Water is distributed evenly throughout all fluid compartments of the body so that a given volume of water increases the volume of any one compartment relatively little.

BODY FLUID CHANGES

‘Sensible’: these include the loss of electrolytes as well as water. ‘Insensible’: not seen and not easy to quantify ; skin (75%),and lungs (25%) water vapor in exhaled gases , can be increased by such factors as fever, hypermetabolism, and hyperventilation.

Approach to fluid therapy

The Total fluid requirement is composed of :

1. maintenance fluids

2. preoperative deficits ( NPO ,, GI losses ,, blood loss )
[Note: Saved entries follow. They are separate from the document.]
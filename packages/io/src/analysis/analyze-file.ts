import { createHash } from 'node:crypto';
import { readFileSync } from 'node:fs';
import type { ReceiverSettings } from '@intradyne/core';
import {
  type AnalysisResult,
  type AnalyzeOptions,
  analyzeCapture,
  type InputHasher,
  type QualityFigures,
} from '@intradyne/metrics';
import { type CaptureDescription, openCapture } from '../capture/capture.js';
import { InputError } from '../errors/input-error.js';

/** What may change the receiver for one analysis (command-line options or a pipeline file). */
export interface AnalysisSettings {
  /** Descriptor fields that override the file's (sampleRate, symbolRate, modulation, rollOff, dispersionPsPerNm…). */
  readonly overrides?: Readonly<Record<string, unknown>>;
  /** Estimate the dispersion when the descriptor gives none (default true). */
  readonly estimateDispersion?: boolean;
  /** Receiver settings beyond the descriptor: stage options, expected DGD… (a pipeline file). */
  readonly receiver?: Partial<Omit<ReceiverSettings, 'modulation' | 'symbolRate' | 'sampleRate'>>;
  /** Options of the analysis itself (symbols left out, plot data…; see `analyzeCapture`). */
  readonly analysis?: AnalyzeOptions;
  /** Samples per block read from the file (default the loader's). */
  readonly blockSize?: number;
}

/** A capture and its analysis. */
export interface FileAnalysis {
  /** The capture as opened: its files and its descriptor with the overrides applied. */
  readonly capture: CaptureDescription;
  /** What `analyzeCapture` found: figures, diagnostics, failure, record. */
  readonly result: AnalysisResult;
}

/**
 * Opens a capture (data file or descriptor), streams it through the default
 * receiver and measures it against its reference.
 * @throws InputError for a missing or malformed file, descriptor or reference
 * @example const { result } = analyzeFile('run-07.csv', { overrides: { modulation: '16qam' } }); if (result.ok) console.log(result.measurement?.ber);
 */
export function analyzeFile(path: string, settings: AnalysisSettings = {}): FileAnalysis {
  return analyzeOpenCapture(openCapture(path, settings.overrides ?? {}), settings);
}

/**
 * {@link analyzeFile} on a capture already opened with {@link openCapture}
 * (with `settings.overrides`): for a caller that needs its name first.
 * @throws InputError for malformed data met while streaming
 */
export function analyzeOpenCapture(capture: CaptureDescription, settings: AnalysisSettings = {}): FileAnalysis {
  const receiver: ReceiverSettings = {
    ...settings.receiver,
    modulation: capture.modulation,
    symbolRate: capture.symbolRate,
    sampleRate: capture.sampleRate,
    rollOff: capture.rollOff,
    ...(capture.dispersionPsPerNm !== undefined ? { dispersionPsPerNm: capture.dispersionPsPerNm } : {}),
    ...(capture.descriptor.skewPs ? { skewPs: capture.descriptor.skewPs } : {}),
    estimateDispersion: settings.estimateDispersion ?? true,
  };
  // Read from the file again on each iteration: a data-aided analysis passes over the capture twice.
  const blocks = { [Symbol.iterator]: () => capture.blocks({ blockSize: settings.blockSize }) };
  const result = analyzeCapture(blocks, receiver, capture.reference, { inputHasher: nativeSha256, ...settings.analysis });
  return { capture, result };
}

/** Node's SHA-256 (the same digest as core's, several times faster over the samples). */
function nativeSha256(): InputHasher {
  const h = createHash('sha256');
  return {
    update: (bytes) => h.update(bytes),
    hex: () => h.digest('hex'),
  };
}

/**
 * Reads a pipeline file: JSON with optional `receiver` (stage options,
 * `expectedDgdPs`, `blindDispersion`) and `analysis` (`skipSymbols`,
 * `modulationTolerance`) objects.
 * @throws InputError naming the file for unreadable JSON or other keys
 */
export function readPipelineFile(path: string): Pick<AnalysisSettings, 'receiver' | 'analysis'> {
  let doc: unknown;
  try {
    doc = JSON.parse(readFileSync(path, 'utf8'));
  } catch (e) {
    throw new InputError({ file: path }, 'pipeline', 'a readable JSON file', (e as Error).message);
  }
  if (typeof doc !== 'object' || doc === null || Array.isArray(doc))
    throw new InputError({ file: path }, 'pipeline', 'a JSON object', typeof doc);
  for (const k of Object.keys(doc)) {
    if (k !== 'receiver' && k !== 'analysis')
      throw new InputError({ file: path }, `key '${k}'`, "only 'receiver' and 'analysis'", 'an unknown key');
  }
  return doc as Pick<AnalysisSettings, 'receiver' | 'analysis'>;
}

function figures(f: QualityFigures) {
  return {
    ber: f.ber,
    berCi95: f.berCi95,
    berIsUpperBound: f.berIsUpperBound,
    bitErrors: f.bitErrors,
    bits: f.bits,
    ser: f.ser,
    symbolErrors: f.symbolErrors,
    symbols: f.symbols,
    evmRms: f.evmRms,
    snrDb: f.snrDb,
    qDb: f.qDb,
    gmi: f.gmi,
    ngmi: f.ngmi,
    mi: f.mi,
    uncorrected: f.uncorrected,
    blockCorrected: f.blockCorrected,
  };
}

/**
 * The analysis as one plain JSON object (the `analyze --json` output): the
 * figures at the top level and per polarization, the frequency offset, the
 * slips, the penalty, every stage's diagnostics and the reproducibility
 * record. Figures are null when the analysis failed.
 * @example console.log(JSON.stringify(analysisToJson(analyzeFile('run-07.csv'))));
 */
export function analysisToJson({ capture, result }: FileAnalysis): Record<string, unknown> {
  const m = result.measurement;
  const none = {
    ber: null,
    berCi95: null,
    bitErrors: null,
    bits: null,
    ser: null,
    evmRms: null,
    snrDb: null,
    qDb: null,
    gmi: null,
    ngmi: null,
    mi: null,
  };
  const slipsOf = (p: 'x' | 'y') => result.cycleSlips[p].length;
  return plain({
    capture: capture.name,
    dataPath: capture.dataPath,
    modulation: capture.modulation,
    symbolRate: capture.symbolRate,
    sampleRate: capture.sampleRate,
    ok: result.ok,
    equalizerTraining: result.equalizerTraining,
    failure: result.failure,
    ...(m ? figures(m) : none),
    freqOffsetHz: result.freqOffsetHz,
    cycleSlips: result.cycleSlips.count,
    linewidthHz: result.linewidthHz,
    implementationPenaltyDb: result.implementationPenaltyDb,
    airBitsPerSecond: m?.airBitsPerSecond ?? null,
    perPol: m
      ? {
          x: { ...figures(m.perPol.x), freqOffsetHz: result.freqOffsetHz, cycleSlips: slipsOf('x') },
          y: { ...figures(m.perPol.y), freqOffsetHz: result.freqOffsetHz, cycleSlips: slipsOf('y') },
        }
      : null,
    sync: m?.sync ?? null,
    slipCorrection: m?.slipCorrection ?? null,
    modulationFit: result.modulationFit,
    slips: result.cycleSlips,
    diagnostics: result.diagnostics,
    record: result.record,
  }) as Record<string, unknown>;
}

/** Typed arrays to arrays, non-finite numbers to null, recursively: JSON-safe. */
function plain(v: unknown): unknown {
  if (typeof v === 'number') return Number.isFinite(v) ? v : null;
  if (ArrayBuffer.isView(v)) return Array.from(v as Float64Array, (x) => (Number.isFinite(x) ? x : null));
  if (Array.isArray(v)) return v.map(plain);
  if (v && typeof v === 'object') {
    const out: Record<string, unknown> = {};
    for (const [k, x] of Object.entries(v)) out[k] = plain(x);
    return out;
  }
  return v;
}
3. Intra operative surgical Losses ( evaporation ,, blood loss ,, 3rd space loss)

1. Maintenance.

• replaces the ongoing daily losses of water and electrolytes occurring via physiologic processes (urine formation, sweat, respiration, and stool), which normally preserve homeostasis. • Maintenance >> in all NPO pt .
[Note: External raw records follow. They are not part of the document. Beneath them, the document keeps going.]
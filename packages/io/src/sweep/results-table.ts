import { writeResultsArrow } from '../arrow/arrow-write.js';
import { writeFileAtomic } from '../write/atomic.js';
import { RESULT_COLUMNS, type SweepRow } from './result-row.js';

/** A CSV field: numbers as the shortest text that reads back, booleans as true/false, empty for null; quoted when needed (RFC 4180). */
function field(v: number | string | boolean | null): string {
  if (v === null) return '';
  if (typeof v === 'number') return Number.isFinite(v) ? String(v) : '';
  const text = String(v);
  return /[",\r\n]/.test(text) ? `"${text.replaceAll('"', '""')}"` : text;
}

/**
 * Writes the results table as CSV (header row of {@link RESULT_COLUMNS}, one
 * row per capture, RFC 4180 quoting), atomically, replacing an earlier table.
 */
export function writeResultsCsv(path: string, rows: readonly SweepRow[]): void {
  writeFileAtomic(
    path,
    (append) => {
      append(`${RESULT_COLUMNS.join(',')}\n`);
      for (const r of rows) append(`${RESULT_COLUMNS.map((c) => field(r[c])).join(',')}\n`);
    },
    { overwrite: true },
  );
}

/**
 * Writes the results table as Arrow IPC (file format): text columns UTF-8,
 * numbers float64, `ok` as 1/0, nulls where a value is missing. Atomic.
 */
export function writeResultsTableArrow(path: string, rows: readonly SweepRow[]): void {
  // Every row has every column, so the column order is RESULT_COLUMNS.
  const ordered = rows.map((r) => Object.fromEntries(RESULT_COLUMNS.map((c) => [c, r[c]])));
  writeResultsArrow(path, ordered, { overwrite: true, metadata: { table: 'intradyne sweep results' } });
}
• So if the patient is kept NPO, there is no input, only output, the patient may enter the surgery with a preexisting deficit that will predisopose to complications, like?

Acute renal failure hypovolemia

Goals for perioperative fluid therapy

• Intravenous fluids are used to replenish fluid losses while maintaning ?

** intravascular volume ( which is essential for adequate perfusion of vital organs )

** cardiac preload

** oxygen-carrying capacity

** coagulation status

** acid-base balance

** electrolyte balance

• Now like we said we lose water and electrolytes, we managed the water now we need to manage the electrolyte loss by either the type of solution of adding electrolytes to the solution.

• Daily requirements for:

• Na: 1-2 mEq/Kg BW/day

• K : 1-2 mEq/Kg BW/day

• CL: 1.5 mEq/Kg BW/day

• A 70 kg man will require 2.5 litres of fluid.

• For a 70 kg man the needed daily sodium is (by the previous formula) (70 x 1.5= 105 mEq) 105 mEq.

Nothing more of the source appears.